Si attua così, dicono le Cronache, quello che «la parola del Signore» aveva detto «per bocca di Geremia». Sono ancora i profeti che, nella deriva e nel disastro, tengono alta la tensione.

La tragedia avrà un termine.

Il libro delle Cronache racconta un episodio importante della storia di Israele e lo rilegge alla luce di Dio. Ciro, re dei Persiani, scrive un decreto con cui concede di ricostruire il tempio di Gerusalemme e agli esuli di tornare in patria.

È un segno di grazia. Dio è fedele alla sua alleanza, non viene meno. Nella storia ne possiamo riconoscere i segni preziosi.

Questo accade anche oggi. Anche per noi sta accadendo qualcosa di analogo.

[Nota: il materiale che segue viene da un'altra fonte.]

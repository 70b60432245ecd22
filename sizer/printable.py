"""Text from input files shown as text only: control characters (escape sequences, bell, carriage
return, newline, the C1 controls, bidirectional overrides) written as visible escapes such as
"\\x1b", so that a name or mark can neither move the cursor, erase a verdict, recolour the screen nor
start a new line of output. Used on every terminal, CSV and HTML output (member files refuse such
characters outright: sizer.inputfile.reader.refuse_control_characters)."""

from __future__ import annotations

import re
from functools import lru_cache
from typing import Any

# C0 controls, DEL, C1 controls, and the Unicode controls that reorder or hide text
_CONTROLS = re.compile("[\x00-\x1f\x7f-\x9f\u061c\u200b-\u200f\u202a-\u202e\u2060-\u2069\ufeff]")
_CONTROLS_BUT_LINES = re.compile("[\x00-\x08\x0b-\x1f\x7f-\x9f\u061c\u200b-\u200f\u202a-\u202e\u2060-\u2069\ufeff]")


def _visible(match: re.Match[str]) -> str:
    code = ord(match.group())
    return f"\\x{code:02x}" if code < 0x100 else f"\\u{code:04x}"


def printable(text: str) -> str:
    """`text` with every control character written as a visible escape (newlines too: one line)."""
    return _CONTROLS.sub(_visible, text)


def printable_lines(text: str) -> str:
    """`text` with every control character but newline and tab written as a visible escape (for
    whole blocks of output that sizer lays out in lines itself)."""
    return _CONTROLS_BUT_LINES.sub(_visible, text)


def find_control(text: str) -> str | None:
    """The first control character of `text` as a visible escape, or None."""
    match = _CONTROLS.search(text)
    return _visible(match) if match else None


def safe_console(**options: Any) -> Any:
    """A rich Console that writes every control character of the text it is given as a visible
    escape (newlines and tabs kept), so that no name, mark or title from an input file can send the
    terminal an escape sequence: only rich's own styles and cursor moves pass."""
    return _safe_console_class()(**options)


@lru_cache(maxsize=1)
def _safe_console_class() -> type:
    from rich.console import Console
    from rich.segment import Segment

    class SafeConsole(Console):
        def _render_buffer(self, buffer: Any) -> str:
            return super()._render_buffer(segment if segment.control else Segment(printable_lines(segment.text), segment.style)
                                          for segment in buffer)

    return SafeConsole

Certo, i templi non vengono distrutti, almeno qui, in Italia, in occidente, ma sono vuoti, si svuotano, sempre di più. Siamo in netta minoranza, anche nel nostro paese. Eppure …

Alla desolazione, che è il frutto della nostra infedeltà, Dio risponde rilanciando.

Il Vangelo racconta il culmine di quest’opera di grazia: «Dio infatti ha tanto amato il mondo da dare il Figlio unigenito».

Ecco che cosa ha fatto Dio alla ‘fine’, al culmine della storia: ha dato il Figlio, per noi, per grazia. Lo ha consegnato nelle nostre mani. Ci ha donato se stesso. Perché, dice Giovanni, Dio «non ha mandato il Figlio nel mondo per condannare il mondo, ma perché il mondo sia salvato per mezzo di lui». Ecco il Vangelo: non per condannare, viene Dio, ma per salvare.

Gesù stesso, poco prima, dice che: «come Mosè innalzò il serpente nel deserto», quando l’accampamento di Israele era stato assalito da serpenti velenosi che portavano morte e il Signore Dio aveva salvato tutti coloro che si erano fidati della sua parola, «così bisogna che sia innalzato il Figlio dell’uomo».

Gesù è stato innalzato sulla croce, segno di odio e di condanna, ma proprio lì, in quell’abisso, si manifesta tutta l’altezza della grazia di Dio: «perché chiunque crede in lui abbia la vita eterna».

Anche oggi, chi non crede perde la grazia; si sottrae alla luce, perché preferisce le tenebre dove si illude di poter continuare a fare il male.

Ma chi crede, viene nella luce, accoglie la grazia e vive nella luce!